(Excerpts from a dataset)

____

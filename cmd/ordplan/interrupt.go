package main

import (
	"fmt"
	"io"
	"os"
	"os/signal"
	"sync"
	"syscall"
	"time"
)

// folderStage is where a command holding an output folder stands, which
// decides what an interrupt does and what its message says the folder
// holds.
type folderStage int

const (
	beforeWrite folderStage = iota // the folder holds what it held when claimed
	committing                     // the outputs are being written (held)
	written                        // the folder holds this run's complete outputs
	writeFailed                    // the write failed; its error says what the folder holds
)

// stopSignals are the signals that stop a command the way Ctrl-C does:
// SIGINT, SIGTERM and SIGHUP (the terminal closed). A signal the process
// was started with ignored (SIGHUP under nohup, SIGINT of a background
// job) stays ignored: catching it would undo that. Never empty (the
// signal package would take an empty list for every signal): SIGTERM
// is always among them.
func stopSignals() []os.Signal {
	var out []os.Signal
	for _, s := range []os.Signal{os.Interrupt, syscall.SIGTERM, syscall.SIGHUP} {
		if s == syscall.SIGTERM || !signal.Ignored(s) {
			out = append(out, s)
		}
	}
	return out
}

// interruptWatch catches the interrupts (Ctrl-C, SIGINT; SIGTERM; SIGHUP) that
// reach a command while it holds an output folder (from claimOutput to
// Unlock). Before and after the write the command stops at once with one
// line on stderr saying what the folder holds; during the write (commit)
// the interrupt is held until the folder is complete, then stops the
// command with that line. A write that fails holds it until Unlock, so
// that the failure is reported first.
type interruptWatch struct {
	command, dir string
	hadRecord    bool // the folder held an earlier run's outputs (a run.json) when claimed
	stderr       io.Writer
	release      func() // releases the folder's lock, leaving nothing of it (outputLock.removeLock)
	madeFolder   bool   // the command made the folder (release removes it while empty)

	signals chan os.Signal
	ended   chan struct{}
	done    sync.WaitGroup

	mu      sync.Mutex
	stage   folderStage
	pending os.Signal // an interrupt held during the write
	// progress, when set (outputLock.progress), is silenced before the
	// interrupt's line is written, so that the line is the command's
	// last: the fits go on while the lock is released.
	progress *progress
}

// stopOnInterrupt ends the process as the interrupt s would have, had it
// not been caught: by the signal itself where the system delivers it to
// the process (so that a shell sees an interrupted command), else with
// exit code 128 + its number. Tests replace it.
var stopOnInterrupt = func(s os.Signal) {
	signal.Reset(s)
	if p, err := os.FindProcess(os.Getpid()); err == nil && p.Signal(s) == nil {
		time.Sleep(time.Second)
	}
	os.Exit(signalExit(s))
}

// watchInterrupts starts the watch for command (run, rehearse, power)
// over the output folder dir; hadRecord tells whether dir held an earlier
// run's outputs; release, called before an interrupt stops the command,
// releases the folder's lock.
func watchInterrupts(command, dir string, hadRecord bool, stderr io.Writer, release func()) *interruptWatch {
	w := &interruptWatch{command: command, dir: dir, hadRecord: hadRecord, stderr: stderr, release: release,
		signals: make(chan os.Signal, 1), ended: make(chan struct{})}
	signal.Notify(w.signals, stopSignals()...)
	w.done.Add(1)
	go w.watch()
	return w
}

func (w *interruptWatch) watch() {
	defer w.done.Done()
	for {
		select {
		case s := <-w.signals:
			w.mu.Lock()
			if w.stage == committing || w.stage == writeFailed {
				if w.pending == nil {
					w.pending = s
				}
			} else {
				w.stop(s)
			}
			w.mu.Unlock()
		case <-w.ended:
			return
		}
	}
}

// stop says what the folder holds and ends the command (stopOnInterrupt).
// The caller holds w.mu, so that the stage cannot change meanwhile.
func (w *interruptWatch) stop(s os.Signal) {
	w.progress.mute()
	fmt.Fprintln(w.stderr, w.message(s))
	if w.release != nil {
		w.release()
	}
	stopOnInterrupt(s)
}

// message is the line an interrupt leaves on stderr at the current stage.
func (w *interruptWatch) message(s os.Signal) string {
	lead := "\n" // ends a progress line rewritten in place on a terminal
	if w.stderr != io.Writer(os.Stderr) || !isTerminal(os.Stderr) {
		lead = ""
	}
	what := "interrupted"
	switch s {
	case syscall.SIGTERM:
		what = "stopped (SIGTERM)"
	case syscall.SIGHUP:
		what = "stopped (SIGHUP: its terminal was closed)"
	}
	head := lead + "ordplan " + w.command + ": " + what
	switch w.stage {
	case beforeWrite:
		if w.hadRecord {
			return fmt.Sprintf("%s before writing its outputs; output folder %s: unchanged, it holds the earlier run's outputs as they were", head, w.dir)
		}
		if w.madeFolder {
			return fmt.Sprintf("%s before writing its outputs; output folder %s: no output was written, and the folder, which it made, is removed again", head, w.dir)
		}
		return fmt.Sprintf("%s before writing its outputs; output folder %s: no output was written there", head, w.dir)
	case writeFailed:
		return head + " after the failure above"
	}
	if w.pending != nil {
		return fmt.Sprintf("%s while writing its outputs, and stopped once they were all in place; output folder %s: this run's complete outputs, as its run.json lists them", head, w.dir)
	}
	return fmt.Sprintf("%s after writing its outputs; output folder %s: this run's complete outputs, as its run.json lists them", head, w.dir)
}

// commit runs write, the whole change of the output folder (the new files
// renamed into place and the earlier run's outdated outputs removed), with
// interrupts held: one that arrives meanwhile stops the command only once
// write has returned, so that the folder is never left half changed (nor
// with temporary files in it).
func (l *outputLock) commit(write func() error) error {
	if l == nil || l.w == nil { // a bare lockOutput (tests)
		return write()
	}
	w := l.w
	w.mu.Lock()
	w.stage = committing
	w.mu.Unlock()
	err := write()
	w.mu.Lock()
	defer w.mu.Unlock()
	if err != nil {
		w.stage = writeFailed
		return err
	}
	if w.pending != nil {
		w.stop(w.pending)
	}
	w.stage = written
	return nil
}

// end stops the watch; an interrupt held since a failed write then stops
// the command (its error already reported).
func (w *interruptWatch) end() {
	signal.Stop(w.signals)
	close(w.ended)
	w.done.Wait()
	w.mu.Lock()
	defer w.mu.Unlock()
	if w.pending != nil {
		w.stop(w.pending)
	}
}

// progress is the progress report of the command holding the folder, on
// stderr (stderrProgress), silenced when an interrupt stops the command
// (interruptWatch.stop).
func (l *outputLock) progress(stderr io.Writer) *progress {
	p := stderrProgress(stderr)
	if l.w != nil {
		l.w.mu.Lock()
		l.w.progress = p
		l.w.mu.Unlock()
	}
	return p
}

____

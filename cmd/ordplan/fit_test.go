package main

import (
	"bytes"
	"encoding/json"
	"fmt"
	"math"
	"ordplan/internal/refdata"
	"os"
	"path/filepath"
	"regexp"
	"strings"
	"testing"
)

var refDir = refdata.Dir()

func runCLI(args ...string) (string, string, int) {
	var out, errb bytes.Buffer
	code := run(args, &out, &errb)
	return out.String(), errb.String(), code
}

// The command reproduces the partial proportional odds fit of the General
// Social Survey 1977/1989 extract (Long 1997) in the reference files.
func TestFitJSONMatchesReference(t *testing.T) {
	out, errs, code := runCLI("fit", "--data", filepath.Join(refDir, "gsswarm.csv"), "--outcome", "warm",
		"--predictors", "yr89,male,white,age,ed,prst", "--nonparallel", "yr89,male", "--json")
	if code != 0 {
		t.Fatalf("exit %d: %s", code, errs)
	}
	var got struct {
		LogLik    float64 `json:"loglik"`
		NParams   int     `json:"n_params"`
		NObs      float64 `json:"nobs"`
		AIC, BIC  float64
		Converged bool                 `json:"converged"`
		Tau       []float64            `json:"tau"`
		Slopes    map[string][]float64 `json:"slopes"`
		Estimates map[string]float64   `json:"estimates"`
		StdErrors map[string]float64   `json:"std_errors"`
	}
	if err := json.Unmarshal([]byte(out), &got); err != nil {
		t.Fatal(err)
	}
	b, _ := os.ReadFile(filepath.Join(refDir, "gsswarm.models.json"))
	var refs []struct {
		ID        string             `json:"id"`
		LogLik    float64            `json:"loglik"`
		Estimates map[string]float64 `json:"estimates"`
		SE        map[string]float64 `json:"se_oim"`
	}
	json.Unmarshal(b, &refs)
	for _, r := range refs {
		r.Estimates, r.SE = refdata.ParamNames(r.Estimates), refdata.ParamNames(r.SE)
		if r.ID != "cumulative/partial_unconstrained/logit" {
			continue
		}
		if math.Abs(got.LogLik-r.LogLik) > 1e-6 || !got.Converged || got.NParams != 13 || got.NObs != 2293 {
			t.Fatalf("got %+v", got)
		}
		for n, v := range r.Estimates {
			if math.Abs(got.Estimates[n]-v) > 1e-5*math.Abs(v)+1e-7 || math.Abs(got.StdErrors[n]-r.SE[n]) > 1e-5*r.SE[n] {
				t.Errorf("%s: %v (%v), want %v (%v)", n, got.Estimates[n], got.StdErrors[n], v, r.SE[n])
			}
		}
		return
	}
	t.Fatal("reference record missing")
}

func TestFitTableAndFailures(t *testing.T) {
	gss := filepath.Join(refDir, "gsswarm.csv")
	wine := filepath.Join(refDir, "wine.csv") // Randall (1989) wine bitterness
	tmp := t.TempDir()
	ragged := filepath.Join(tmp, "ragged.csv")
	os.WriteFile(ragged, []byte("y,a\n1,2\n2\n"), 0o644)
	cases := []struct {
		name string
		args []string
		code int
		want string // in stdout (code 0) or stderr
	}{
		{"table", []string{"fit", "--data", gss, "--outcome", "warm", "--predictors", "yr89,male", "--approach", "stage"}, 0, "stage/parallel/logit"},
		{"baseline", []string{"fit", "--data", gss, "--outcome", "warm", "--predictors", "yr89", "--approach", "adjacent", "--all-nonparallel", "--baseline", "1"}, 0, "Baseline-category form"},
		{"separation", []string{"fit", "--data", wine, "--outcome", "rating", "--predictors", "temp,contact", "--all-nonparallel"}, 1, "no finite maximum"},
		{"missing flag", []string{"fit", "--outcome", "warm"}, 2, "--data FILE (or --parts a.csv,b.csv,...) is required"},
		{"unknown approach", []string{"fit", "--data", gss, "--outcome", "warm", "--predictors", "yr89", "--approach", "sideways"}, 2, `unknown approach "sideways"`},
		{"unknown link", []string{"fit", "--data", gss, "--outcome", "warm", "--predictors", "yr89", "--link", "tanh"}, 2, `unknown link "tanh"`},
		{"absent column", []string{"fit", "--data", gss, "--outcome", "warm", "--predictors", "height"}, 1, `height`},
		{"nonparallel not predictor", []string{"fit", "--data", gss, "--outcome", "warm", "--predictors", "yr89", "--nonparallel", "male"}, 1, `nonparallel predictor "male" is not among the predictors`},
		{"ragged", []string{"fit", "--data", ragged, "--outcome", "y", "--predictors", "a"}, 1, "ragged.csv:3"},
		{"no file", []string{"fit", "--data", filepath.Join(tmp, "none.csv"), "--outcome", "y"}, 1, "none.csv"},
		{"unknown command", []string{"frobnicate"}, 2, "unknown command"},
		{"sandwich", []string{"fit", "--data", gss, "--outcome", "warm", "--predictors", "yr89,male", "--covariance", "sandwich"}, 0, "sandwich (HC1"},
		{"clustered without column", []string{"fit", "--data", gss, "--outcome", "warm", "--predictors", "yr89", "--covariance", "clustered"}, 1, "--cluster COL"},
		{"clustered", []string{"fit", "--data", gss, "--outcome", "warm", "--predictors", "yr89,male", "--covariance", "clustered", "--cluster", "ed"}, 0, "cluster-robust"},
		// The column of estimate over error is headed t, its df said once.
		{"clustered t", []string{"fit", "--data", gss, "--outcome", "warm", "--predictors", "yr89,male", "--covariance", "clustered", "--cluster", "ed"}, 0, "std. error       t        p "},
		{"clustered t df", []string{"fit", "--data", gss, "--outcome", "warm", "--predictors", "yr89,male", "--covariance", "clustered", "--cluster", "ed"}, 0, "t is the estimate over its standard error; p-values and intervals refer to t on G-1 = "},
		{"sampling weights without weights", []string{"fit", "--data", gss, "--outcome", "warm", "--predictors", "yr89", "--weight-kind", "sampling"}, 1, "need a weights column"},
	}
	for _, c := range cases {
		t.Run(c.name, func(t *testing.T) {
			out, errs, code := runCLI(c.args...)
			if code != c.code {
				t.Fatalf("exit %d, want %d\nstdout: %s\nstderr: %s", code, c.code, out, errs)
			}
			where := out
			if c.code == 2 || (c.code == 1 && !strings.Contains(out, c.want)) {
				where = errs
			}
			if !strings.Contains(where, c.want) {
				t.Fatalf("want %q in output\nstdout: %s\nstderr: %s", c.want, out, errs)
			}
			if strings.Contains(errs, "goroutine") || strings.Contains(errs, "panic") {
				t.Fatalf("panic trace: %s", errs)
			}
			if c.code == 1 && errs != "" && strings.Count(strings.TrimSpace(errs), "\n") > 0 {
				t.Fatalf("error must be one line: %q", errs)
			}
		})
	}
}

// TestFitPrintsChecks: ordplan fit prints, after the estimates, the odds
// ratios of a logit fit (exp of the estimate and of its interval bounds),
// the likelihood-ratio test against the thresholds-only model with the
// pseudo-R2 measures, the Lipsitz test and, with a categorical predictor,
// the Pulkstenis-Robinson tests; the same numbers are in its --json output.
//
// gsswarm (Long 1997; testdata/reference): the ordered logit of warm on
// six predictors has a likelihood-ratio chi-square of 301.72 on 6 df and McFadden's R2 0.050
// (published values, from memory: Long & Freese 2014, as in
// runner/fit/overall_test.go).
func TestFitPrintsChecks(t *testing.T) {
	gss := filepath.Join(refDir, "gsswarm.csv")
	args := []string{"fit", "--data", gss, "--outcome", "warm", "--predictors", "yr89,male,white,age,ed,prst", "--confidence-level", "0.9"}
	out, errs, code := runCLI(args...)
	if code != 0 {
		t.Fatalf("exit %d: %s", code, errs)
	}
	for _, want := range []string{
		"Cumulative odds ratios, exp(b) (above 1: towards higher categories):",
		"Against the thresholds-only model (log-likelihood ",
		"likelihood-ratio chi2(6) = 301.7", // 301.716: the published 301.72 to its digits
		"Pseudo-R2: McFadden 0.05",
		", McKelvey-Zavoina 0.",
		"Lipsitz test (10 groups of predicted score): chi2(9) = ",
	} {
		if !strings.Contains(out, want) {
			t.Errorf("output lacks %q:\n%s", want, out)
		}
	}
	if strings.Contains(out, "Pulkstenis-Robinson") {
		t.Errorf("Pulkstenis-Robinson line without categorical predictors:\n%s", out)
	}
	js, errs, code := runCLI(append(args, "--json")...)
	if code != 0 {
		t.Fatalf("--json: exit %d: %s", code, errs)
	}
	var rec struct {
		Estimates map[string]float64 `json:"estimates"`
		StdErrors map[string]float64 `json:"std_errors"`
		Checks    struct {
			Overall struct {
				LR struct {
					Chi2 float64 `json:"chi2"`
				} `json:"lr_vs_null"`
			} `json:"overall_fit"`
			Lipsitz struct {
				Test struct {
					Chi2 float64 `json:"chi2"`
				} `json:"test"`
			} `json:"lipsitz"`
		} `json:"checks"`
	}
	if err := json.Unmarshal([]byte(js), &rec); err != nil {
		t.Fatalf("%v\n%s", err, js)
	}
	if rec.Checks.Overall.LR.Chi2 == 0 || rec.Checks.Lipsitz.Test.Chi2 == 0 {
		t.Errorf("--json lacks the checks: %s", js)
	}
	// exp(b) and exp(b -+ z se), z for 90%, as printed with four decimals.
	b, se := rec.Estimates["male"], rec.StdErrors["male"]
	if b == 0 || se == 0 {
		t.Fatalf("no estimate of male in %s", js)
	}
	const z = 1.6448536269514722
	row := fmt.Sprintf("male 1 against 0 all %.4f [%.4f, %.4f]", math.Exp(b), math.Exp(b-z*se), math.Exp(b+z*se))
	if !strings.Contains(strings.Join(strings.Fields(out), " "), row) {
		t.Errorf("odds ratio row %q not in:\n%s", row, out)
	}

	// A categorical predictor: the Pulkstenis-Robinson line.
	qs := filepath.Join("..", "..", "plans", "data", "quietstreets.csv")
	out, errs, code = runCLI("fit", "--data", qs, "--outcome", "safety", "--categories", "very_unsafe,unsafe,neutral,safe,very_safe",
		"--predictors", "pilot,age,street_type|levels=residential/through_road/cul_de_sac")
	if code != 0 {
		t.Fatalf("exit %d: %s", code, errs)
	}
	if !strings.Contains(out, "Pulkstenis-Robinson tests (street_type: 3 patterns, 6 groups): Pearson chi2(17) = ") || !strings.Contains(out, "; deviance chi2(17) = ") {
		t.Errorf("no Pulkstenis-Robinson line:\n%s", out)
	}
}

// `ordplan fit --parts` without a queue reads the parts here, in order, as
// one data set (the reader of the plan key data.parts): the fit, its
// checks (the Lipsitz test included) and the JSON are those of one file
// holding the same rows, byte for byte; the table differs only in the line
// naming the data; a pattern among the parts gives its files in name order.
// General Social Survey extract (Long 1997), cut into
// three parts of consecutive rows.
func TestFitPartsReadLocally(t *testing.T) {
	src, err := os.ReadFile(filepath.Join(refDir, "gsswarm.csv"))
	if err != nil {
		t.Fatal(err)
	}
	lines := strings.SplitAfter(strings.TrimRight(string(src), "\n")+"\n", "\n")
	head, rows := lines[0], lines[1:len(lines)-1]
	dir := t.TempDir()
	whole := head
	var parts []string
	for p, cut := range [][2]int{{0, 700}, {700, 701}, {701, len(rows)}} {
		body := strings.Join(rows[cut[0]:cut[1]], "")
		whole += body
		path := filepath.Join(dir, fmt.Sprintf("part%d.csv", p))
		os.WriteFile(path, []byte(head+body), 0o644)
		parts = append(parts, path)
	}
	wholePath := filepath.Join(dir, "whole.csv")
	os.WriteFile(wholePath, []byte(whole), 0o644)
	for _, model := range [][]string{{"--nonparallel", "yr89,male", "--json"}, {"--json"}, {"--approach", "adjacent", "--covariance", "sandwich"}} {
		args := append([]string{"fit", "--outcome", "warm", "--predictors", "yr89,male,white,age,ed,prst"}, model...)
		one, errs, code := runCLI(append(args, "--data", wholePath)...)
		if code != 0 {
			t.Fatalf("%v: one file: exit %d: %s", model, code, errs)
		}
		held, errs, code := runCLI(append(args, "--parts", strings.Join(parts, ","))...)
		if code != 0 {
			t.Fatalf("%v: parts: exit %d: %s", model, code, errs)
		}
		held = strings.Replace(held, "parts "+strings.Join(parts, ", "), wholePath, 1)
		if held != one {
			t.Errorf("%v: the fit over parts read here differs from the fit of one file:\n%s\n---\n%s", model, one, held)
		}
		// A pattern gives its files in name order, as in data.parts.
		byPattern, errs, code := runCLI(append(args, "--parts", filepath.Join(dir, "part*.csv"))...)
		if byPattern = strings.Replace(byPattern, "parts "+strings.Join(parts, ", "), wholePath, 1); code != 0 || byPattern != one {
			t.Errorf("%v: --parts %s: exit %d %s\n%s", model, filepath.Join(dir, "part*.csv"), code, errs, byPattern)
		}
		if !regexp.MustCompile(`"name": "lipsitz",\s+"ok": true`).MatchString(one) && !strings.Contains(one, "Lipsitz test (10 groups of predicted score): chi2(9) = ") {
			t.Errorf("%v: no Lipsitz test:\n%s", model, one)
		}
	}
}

____

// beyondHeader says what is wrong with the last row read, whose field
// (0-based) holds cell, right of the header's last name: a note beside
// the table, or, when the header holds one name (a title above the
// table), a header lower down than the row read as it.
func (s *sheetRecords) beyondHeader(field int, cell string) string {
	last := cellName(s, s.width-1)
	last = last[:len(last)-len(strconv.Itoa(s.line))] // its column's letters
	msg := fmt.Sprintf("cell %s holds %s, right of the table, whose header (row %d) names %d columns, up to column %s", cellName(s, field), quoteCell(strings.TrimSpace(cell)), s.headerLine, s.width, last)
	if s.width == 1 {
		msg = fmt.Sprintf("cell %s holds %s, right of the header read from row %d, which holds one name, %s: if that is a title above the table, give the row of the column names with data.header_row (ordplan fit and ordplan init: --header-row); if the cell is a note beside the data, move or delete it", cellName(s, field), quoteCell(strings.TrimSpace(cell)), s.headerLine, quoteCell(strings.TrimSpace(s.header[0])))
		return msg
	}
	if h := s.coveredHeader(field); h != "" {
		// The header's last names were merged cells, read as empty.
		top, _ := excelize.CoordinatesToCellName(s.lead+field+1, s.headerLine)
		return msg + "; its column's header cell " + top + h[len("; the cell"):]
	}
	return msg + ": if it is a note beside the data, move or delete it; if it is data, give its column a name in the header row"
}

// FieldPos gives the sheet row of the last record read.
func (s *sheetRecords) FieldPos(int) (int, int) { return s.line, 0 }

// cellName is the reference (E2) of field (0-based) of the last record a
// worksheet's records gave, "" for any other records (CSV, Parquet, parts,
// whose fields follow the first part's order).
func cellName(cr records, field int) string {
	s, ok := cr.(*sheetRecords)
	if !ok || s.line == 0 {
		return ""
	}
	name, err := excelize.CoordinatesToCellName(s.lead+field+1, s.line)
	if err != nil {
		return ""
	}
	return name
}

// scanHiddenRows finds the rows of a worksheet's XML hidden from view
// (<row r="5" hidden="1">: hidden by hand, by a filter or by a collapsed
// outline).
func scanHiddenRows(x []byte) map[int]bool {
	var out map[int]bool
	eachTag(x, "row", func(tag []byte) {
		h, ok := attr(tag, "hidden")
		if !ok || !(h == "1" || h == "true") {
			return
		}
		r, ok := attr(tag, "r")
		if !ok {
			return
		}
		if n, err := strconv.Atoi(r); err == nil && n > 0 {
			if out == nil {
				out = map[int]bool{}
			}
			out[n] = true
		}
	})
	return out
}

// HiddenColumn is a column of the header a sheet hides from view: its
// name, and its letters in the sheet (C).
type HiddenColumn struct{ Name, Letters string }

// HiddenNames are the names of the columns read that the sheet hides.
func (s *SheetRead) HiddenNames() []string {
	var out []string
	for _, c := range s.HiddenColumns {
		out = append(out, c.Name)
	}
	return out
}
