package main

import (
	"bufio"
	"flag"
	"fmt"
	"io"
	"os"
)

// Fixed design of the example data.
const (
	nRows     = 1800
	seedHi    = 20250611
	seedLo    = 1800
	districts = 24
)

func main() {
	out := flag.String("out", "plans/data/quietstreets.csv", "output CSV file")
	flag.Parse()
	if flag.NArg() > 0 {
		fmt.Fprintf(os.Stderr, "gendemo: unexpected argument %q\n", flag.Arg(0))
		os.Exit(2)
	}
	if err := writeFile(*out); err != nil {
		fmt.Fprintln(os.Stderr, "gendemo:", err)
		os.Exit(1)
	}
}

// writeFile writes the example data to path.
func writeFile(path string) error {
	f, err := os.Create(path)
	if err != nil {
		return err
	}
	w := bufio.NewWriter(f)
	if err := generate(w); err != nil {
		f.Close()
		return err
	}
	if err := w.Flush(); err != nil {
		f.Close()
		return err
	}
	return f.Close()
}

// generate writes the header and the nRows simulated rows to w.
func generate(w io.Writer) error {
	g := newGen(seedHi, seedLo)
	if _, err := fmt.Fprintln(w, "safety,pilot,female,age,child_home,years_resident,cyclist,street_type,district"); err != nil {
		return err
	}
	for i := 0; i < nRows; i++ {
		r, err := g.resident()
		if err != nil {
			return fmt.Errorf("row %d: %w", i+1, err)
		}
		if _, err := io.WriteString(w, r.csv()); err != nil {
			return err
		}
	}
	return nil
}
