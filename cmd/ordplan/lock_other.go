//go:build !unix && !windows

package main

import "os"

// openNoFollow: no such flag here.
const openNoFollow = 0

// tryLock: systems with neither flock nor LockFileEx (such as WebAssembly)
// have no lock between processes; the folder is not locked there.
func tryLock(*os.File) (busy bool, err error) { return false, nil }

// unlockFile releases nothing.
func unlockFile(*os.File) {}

____

• [Work item]:
In the data above, find each line where the string "among" appears, then copy it.

• [Answer section]:
// is always among them.
		{"nonparallel not predictor", []string{"fit", "--data", gss, "--outcome", "warm", "--predictors", "yr89", "--nonparallel", "male"}, 1, `nonparallel predictor "male" is not among the predictors`},
// naming the data; a pattern among the parts gives its files in name order.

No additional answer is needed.